I'm interested in PA-setups and mic placements.


----------



## Datte83 (Feb 27, 2014)

I like PA-setups and interessted in mic placments.


----------



## StradivariusBone (Feb 27, 2014)

That's still a bit vague. Musicals I've worked with usually deal with amplifying performers on stage or in the pit and there are many schools of thought as to the best means to do that, as well as realities that are specifically dependent on the venue and its construction as well as the amount and type of gear in your possession. Is the music live or is it a track or a mixture? Is the orchestra in the hall or in a remote building? Floor/boundary microphones or bodypacks or both? 

Are you looking for specific advice for a show you're working or just a general overview of the concepts of sound reinforcement for musical theatre? The search feature up at the top right will help you a great deal on the latter.


----------



## Eboy87 (Mar 4, 2014)

+1 for Mr. Slaton's book. It's a go-to for me on my shelf. 

Like everyone says, it depends. What specifically are you looking for in response? I've done shows were the only microphone was my talkback at the console, eerything else was done through QLab. Then again, I've had 30+ channels of wireless to mix. Some shows had canned (cd playback) tracks, others have a full pit orchestra (well, maybe not full). As for mics, you'll see everything from the venerable SM58 up to DPA capsules that are really tiny (and a somewhat PITA if they sweat out).

For example, at the Illinois All-State Theater Festival we had 36 channels of wireless; a mixture of Shure UHF-R and ULX-D (and a lonely Senni EW500 for a special announcement) with a mixture of Audio Technica, Countryman, and Microphone Madness capsules (stay away from those. Disposable is the word that comes to mind). Since everyone like gear pics, here's the wireless rack, and my responsibility.




If there's something specific you're looking for, let us know. Everyone on here's happy to talk shop.


----------



## Jay Ashworth (Mar 4, 2014)

I detect the faint whiff of "class assignment" in the air...


----------



## 0HZ (Mar 5, 2014)

Jay Ashworth said:


> I detect the faint whiff of "class assignment" in the air...


If not that, profile says he is 30, just someone who does not have a concept of what all is involved and is ignorant at best.


----------



## simoneves (Mar 5, 2014)

Eboy87 said:


> ...and Microphone Madness capsules (stay away from those. Disposable is the word that comes to mind).

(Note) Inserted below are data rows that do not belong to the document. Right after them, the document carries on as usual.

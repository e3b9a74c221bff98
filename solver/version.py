"""Program version, recorded in every file the tool writes."""
__version__ = "0.1.0"
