"""Distributed real-to-complex 3D FFTs on x-slabs, built on FFTW through pyfftw.

Forward: real-to-complex over (y, z) on each x-slab, a global transpose
that gives each rank all x for its ky-columns, then a complex FFT over x.
Inverse: the same steps backwards. When all ranks share one node the
transpose is no message at all: each rank writes its (y, z) transforms into a
global array in MPI-3 shared memory and, after a barrier, transforms its own
ky-columns over x straight out of it. Across nodes (or with
``SHEARMIX_TRANSPOSE=alltoall``) it is an ``Alltoall`` whose outgoing blocks
are described by an MPI vector type rather than packed. On one rank a single
3D plan does it all. Plans are made once; FFTW wisdom is
read from and saved to a cache file so later runs plan in milliseconds.

:meth:`SlabTransform.forward_band` is the forward transform inside the
2/3-rule band only (what the advection needs): its x-FFT skips the columns
outside the band.

Normalisation: :meth:`SlabTransform.forward` returns ``N * f_k`` (unnormalised
FFTW output); callers fold ``1/N`` into their dealiasing mask.
:meth:`SlabTransform.inverse` takes ``f_k`` and returns ``f(x)``.
"""
from __future__ import annotations

import os
import tempfile

import numpy as np
import pyfftw

from .grid import Grid

_EFFORT_FLAG = {"estimate": "FFTW_ESTIMATE", "measure": "FFTW_MEASURE",
                "patient": "FFTW_PATIENT"}


def load_wisdom(path: str, comm) -> None:
    """Import FFTW wisdom from ``path`` (read on rank 0, shared with all ranks)."""
    if not path:
        return
    wisdom = None
    if comm.rank == 0:
        try:
            with open(os.path.expanduser(path), "rb") as fh:
                parts = fh.read().split(b"\n--8<--\n")
            if len(parts) == 3:
                wisdom = tuple(parts)
        except OSError:
            wisdom = None
    wisdom = comm.bcast(wisdom)
    if wisdom:
        pyfftw.import_wisdom(wisdom)


def save_wisdom(path: str, comm) -> None:
    """Write the accumulated FFTW wisdom atomically (rank 0); failures are not fatal."""
    if not path or comm.rank != 0:
        return
    target = os.path.expanduser(path)
    try:
        os.makedirs(os.path.dirname(target) or ".", exist_ok=True)
        fd, tmp = tempfile.mkstemp(dir=os.path.dirname(target) or ".", prefix=".wisdom")
        with os.fdopen(fd, "wb") as fh:
            fh.write(b"\n--8<--\n".join(pyfftw.export_wisdom()))
        os.replace(tmp, target)
    except OSError:
        pass  # a cache is a convenience; a read-only home must not stop a run


class SlabTransform:
    """Forward and inverse 3D real FFTs of one rank's slab.

    Parameters
    ----------
    grid : Grid
    comm : communicator from :mod:`solver.parallel`
    threads : FFTW threads per rank
    effort : 'estimate', 'measure' or 'patient'
    """

    def __init__(self, grid: Grid, comm, threads: int = 1, effort: str = "measure"):
        self.grid = grid
        self.comm = comm
        flags = (_EFFORT_FLAG[effort],)
        nx, ny, nz = grid.shape
        self.P = comm.size
        self.physical = pyfftw.empty_aligned(grid.physical_shape, dtype=np.float64)
        self.spectral = pyfftw.empty_aligned(grid.spectral_shape, dtype=np.complex128)
        if self.P == 1:
            self._fwd = pyfftw.FFTW(self.physical, self.spectral, axes=(0, 1, 2),
                                    direction="FFTW_FORWARD", flags=flags, threads=threads)
            self._inv = pyfftw.FFTW(self.spectral, self.physical, axes=(0, 1, 2),
                                    direction="FFTW_BACKWARD",
                                    flags=flags + ("FFTW_DESTROY_INPUT",), threads=threads)
        else:
            nxl, nyl, nzc = grid.nx_local, grid.ny_local, grid.nzc
            x0, y0 = grid.x_start, grid.y_start
            # on one node: two global (kx, ky, kz) arrays in shared memory, used in turn
            shared = [comm.node_shared_array((nx, ny, nzc), np.complex128) for _ in range(2)]
            self._shared = shared if all(a is not None for a in shared) else None
            if self._shared is not None:
                self._rows = [a[x0:x0 + nxl] for a in self._shared]        # my x-slab
                self._cols = [a[:, y0:y0 + nyl] for a in self._shared]     # my ky-columns
                self._turn = 0
                mid_out, x_in = self._rows[0], self._cols[0]
            else:
                self._mid = pyfftw.empty_aligned((nxl, ny, nzc), dtype=np.complex128)
                self._exchange = comm.slab_exchange(nxl, ny, nzc)
                mid_out, x_in = self._mid, self.spectral
            self._fwd_yz = pyfftw.FFTW(self.physical, mid_out, axes=(1, 2),
                                       direction="FFTW_FORWARD", flags=flags, threads=threads)
            self._inv_yz = pyfftw.FFTW(mid_out, self.physical, axes=(1, 2),
                                       direction="FFTW_BACKWARD",
                                       flags=flags + ("FFTW_DESTROY_INPUT",), threads=threads)
            self._fwd_x = pyfftw.FFTW(x_in, self.spectral, axes=(0,),
                                      direction="FFTW_FORWARD", flags=flags, threads=threads)
            self._inv_x = pyfftw.FFTW(self.spectral, x_in, axes=(0,),
                                      direction="FFTW_BACKWARD", flags=flags, threads=threads)
        self._make_band_plans(flags, threads)
        #: transforms performed, for the benchmark's transform floor
        self.count_forward = 0
        self.count_forward_band = 0
        self.count_inverse = 0

    def _make_band_plans(self, flags, threads) -> None:
        """Plans of :meth:`forward_band`: the x-FFT over the kept (ky, kz) columns only."""
        g = self.grid
        nkz = g.nz_kept
        keep = np.concatenate([[False], g.keep_y, [False]]).astype(np.int8)
        edges = np.flatnonzero(np.diff(keep))
        self._band_runs = [(int(a), int(b)) for a, b in zip(edges[::2], edges[1::2])]
        if self.P == 1:
            self._band_yz = pyfftw.FFTW(self.physical, self.spectral, axes=(1, 2),
                                        direction="FFTW_FORWARD", flags=flags, threads=threads)
        source = self._cols[0] if self.P > 1 and self._shared is not None else self.spectral
        self._band_x = [pyfftw.FFTW(source[:, a:b, :nkz], self.spectral[:, a:b, :nkz],
                                    axes=(0,), direction="FFTW_FORWARD", flags=flags,
                                    threads=threads) for a, b in self._band_runs]

    def forward_band(self, physical: np.ndarray, spectral: np.ndarray) -> np.ndarray:
        """The forward transform inside the 2/3-rule band only (what the advection needs).

        ``spectral`` is correct where ``Grid.dealias`` holds and undefined
        elsewhere: the x-FFT runs over the kept (ky, kz) columns alone, which
        skips more than half of it (the (y, z) part cannot be pruned: every ky
        needs every y).
        """
        self.count_forward += 1
        self.count_forward_band += 1
        nkz = self.grid.nz_kept
        if self.P == 1:
            self._band_yz.update_arrays(physical, spectral)
            self._band_yz.execute()
            source = spectral
        else:
            source = self._columns(physical, spectral)
        for (a, b), plan in zip(self._band_runs, self._band_x):
            plan.update_arrays(source[:, a:b, :nkz], spectral[:, a:b, :nkz])
            plan.execute()
        return spectral

    def empty_physical(self) -> np.ndarray:
        return pyfftw.empty_aligned(self.grid.physical_shape, dtype=np.float64)

    def empty_spectral(self) -> np.ndarray:
        return pyfftw.empty_aligned(self.grid.spectral_shape, dtype=np.complex128)

    def forward(self, physical: np.ndarray, spectral: np.ndarray) -> np.ndarray:
        """``spectral <- FFT(physical)`` (unnormalised); ``physical`` is preserved."""
        self.count_forward += 1
        if self.P == 1:
            self._fwd.update_arrays(physical, spectral)
            self._fwd.execute()
            return spectral
        source = self._columns(physical, spectral)
        self._fwd_x.update_arrays(source, spectral)
        self._fwd_x.execute()
        return spectral

    def _columns(self, physical: np.ndarray, spectral: np.ndarray) -> np.ndarray:
        """(y, z) transforms and the transpose; returns the array holding this
        rank's ky-columns over all x (the shared array, or ``spectral``)."""
        if self._shared is not None:
            # all ranks write their x-slab into the shared array, then each
            # reads its ky-columns straight out of it: no message
            turn = self._next_turn()
            self._fwd_yz.update_arrays(physical, self._rows[turn])
            self._fwd_yz.execute()
            self.comm.barrier()
            return self._cols[turn]
        self._fwd_yz.update_arrays(physical, self._mid)
        self._fwd_yz.execute()
        self._exchange.to_y_slabs(self._mid, spectral)
        return spectral

    def _next_turn(self) -> int:
        # two shared arrays in turn: a rank may start transform t+1 while
        # another still reads transform t's array; it cannot start t+2 before
        # everyone has passed t+1's barrier, i.e. finished reading t's array
        turn = self._turn
        self._turn ^= 1
        return turn

    def inverse(self, spectral: np.ndarray, physical: np.ndarray) -> np.ndarray:
        """``physical <- IFFT(spectral)`` (sum over modes). Destroys ``spectral``."""
        self.count_inverse += 1
        if self.P == 1:
            self._inv.update_arrays(spectral, physical)
            self._inv.execute()
            return physical
        if self._shared is not None:
            turn = self._next_turn()
            self._inv_x.update_arrays(spectral, self._cols[turn])
            self._inv_x.execute()
            self.comm.barrier()
            self._inv_yz.update_arrays(self._rows[turn], physical)
            self._inv_yz.execute()
            return physical
        self._inv_x.update_arrays(spectral, spectral)
        self._inv_x.execute()
        self._exchange.to_x_slabs(spectral, self._mid)
        self._inv_yz.update_arrays(self._mid, physical)
        self._inv_yz.execute()
        return physical
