"""Detection of the start of the statistically steady part of a time series.

Method: the MSER truncation rule (Marginal Standard Error Rule, White 1997,
"An effective truncation heuristic for bias reduction in simulation output",
Simulation 69(6), 323-334), in its batched form MSER-m (White, Cobb & Spratt
2000, Proc. Winter Simulation Conference; m = 5 there). The series is
resampled onto a uniform time grid (linear interpolation, spacing the median
sample spacing, see :func:`shearmix.tools.analysis.averages.uniform_resample`) so that every
point stands for the same amount of time, averaged in consecutive batches of
``m`` points ``z_1..z_n``, and the truncation ``d`` minimises

    MSER(d) = 1/(n - d)^2 * sum_{j > d} (z_j - zbar_d)^2,

``zbar_d`` being the mean of the retained batches. The search is limited to
``d <= n/2`` (as recommended by White et al.). When the minimum over all
truncations that keep at least ``tail`` batches (10 by default: with fewer,
the statistic is dominated by chance, the known end effect of MSER) lies in
the second half, the series is judged too short or not yet steady and the
result is flagged ``reliable = False``.

For several quantities the steady start is the latest of their individual
starts. A user-given start time overrides the detection (``method='user'``).
"""
from __future__ import annotations

from dataclasses import asdict, dataclass, field

import numpy as np

from shearmix.tools.analysis.averages import check_time_axis, uniform_resample

__all__ = ["SteadyState", "mser", "detect_steady_state"]


@dataclass(frozen=True)
class SteadyState:
    """Start of the steady part of a run.

    Attributes
    ----------
    t_start : float
        Start time of the steady part.
    method : str
        ``'MSER-m'`` (with the batch size) or ``'user'``.
    reliable : bool
        False if, for some quantity, the MSER minimum (over truncations that
        keep at least ``tail`` batches) lies in its second half.
    quantity : str
        Quantity whose truncation was the latest (the one that set ``t_start``).
    per_quantity : dict
        Start time found for each quantity.
    """

    t_start: float
    method: str
    reliable: bool
    quantity: str = ""
    per_quantity: dict = field(default_factory=dict)

    def as_dict(self):
        """Return the fields as a plain dict."""
        return asdict(self)


def mser(x, batch=5):
    """MSER statistic of a uniformly sampled series.

    Parameters
    ----------
    x : array_like
        Uniformly sampled series.
    batch : int
        Batch size ``m`` (1 gives the original MSER of White 1997).

    Returns
    -------
    stat : ndarray
        ``MSER(d)`` for ``d = 0 .. n-2`` batches truncated (``n`` batches;
        leftover points at the end that do not fill a batch are dropped).
    """
    x = np.asarray(x, dtype=float)
    if batch < 1:
        raise ValueError(f"MSER batch size must be >= 1, got {batch}")
    n = x.size // batch
    if n < 4:
        raise ValueError(f"MSER needs at least 4 batches of {batch} points, series has {x.size} points")
    z = x[: n * batch].reshape(n, batch).mean(axis=1)
    # Suffix sums give every truncation's mean and sum of squares in O(n).
    s1 = np.cumsum(z[::-1])[::-1]
    s2 = np.cumsum((z * z)[::-1])[::-1]
    k = n - np.arange(n)
    ss = np.maximum(s2 - s1 * s1 / k, 0.0)
    return (ss / k**2)[:-1]


def detect_steady_state(t, series, start=None, batch=5, max_fraction=0.5, tail=10):
    """Start time of the steady part of one or several series.

    Parameters
    ----------
    t : array_like
        Strictly increasing sample times (may be non-uniform).
    series : array_like or dict of str -> array_like
        One series, or several sampled at ``t`` (the latest start is used).
    start : float, optional
        User override: returned as is (``method='user'``) after checking it
        lies inside ``[t[0], t[-1])``.
    batch : int
        MSER batch size (5 after White, Cobb & Spratt 2000).
    max_fraction : float
        Largest fraction of the series that may be truncated (0.5 after
        White et al.).
    tail : int
        Batches always kept when judging reliability (see module docstring).

    Returns
    -------
    SteadyState
    """
    if not isinstance(series, dict):
        series = {"x": series}
    if not series:
        raise ValueError("detect_steady_state needs at least one series")
    t = check_time_axis(t)[0]
    if start is not None:
        start = float(start)
        if not (t[0] <= start < t[-1]):
            raise ValueError(f"start time {start} is outside the time series range [{t[0]}, {t[-1]})")
        return SteadyState(t_start=start, method="user", reliable=True, quantity="", per_quantity={})
    if not 0 < max_fraction < 1:
        raise ValueError(f"max_fraction must be in (0, 1), got {max_fraction}")
    starts = {}
    reliable = True
    for name, x in series.items():
        _, x = check_time_axis(t, x, name)
        tu, xu = uniform_resample(t, x)
        stat = mser(xu, batch)
        n = stat.size + 1
        dmax = int(np.floor(max_fraction * n))
        d = int(np.argmin(stat[: dmax + 1]))
        if int(np.argmin(stat[: max(n - tail, dmax + 1)])) > dmax:
            reliable = False
        starts[name] = float(tu[d * batch])
    name = max(starts, key=starts.get)
    return SteadyState(
        t_start=starts[name], method=f"MSER-{batch}", reliable=reliable, quantity=name, per_quantity=starts
    )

I'm interested to know what makes you say this.

have a bunch (10+) of Microphone Madness PSM-Ls, some of which are nearly five years old and still going strong after community theatre abuse. They're not the last word in sound quality, but I've had more mid-show misbehaviour from my MKE2s and B6s. The only deaths among them so far have been from make-up contamination (make that silver paint... Tin Man in Wizard of Oz) or when I broke one while trying to Hellerman it to some craft wire to point it down from a halo rig.

I've tried a few other "$100" lavaliers, and these are the ones I keep going back to. Maybe I've just been lucky...


----------



## Eboy87 (Mar 5, 2014)

Simoneves, looking at my paperwork from that particular show, we used 6 capsules by performance time. The original design called for 12 on the minor characters, but those got replaced by spare Audio Technica capsules we had kept in reserve. One thing we noticed was their output to the pack was weaker. We also had capsules that would go bad and not pass audio anymore. Rest of the rigs were either Countryman H6, E6, and A-T BP892. We only used tape to attach the Mic Madness units to the actors, so we never quite figured out why they went bad. Dunno. Since I do a lot of high school theatre, they're ok when they work. I'm not too concerned about one dying, since their relatively cheap, but being in the middle of Illinois, or on a high profile gig, I'm not a fan.

And I hear 'ya on the silver paint. Last time I did Wizzard of Oz, we never could get the silver paint off the capsule. I'm also doing the Wizzard of Oz again at the end of the month... Joy.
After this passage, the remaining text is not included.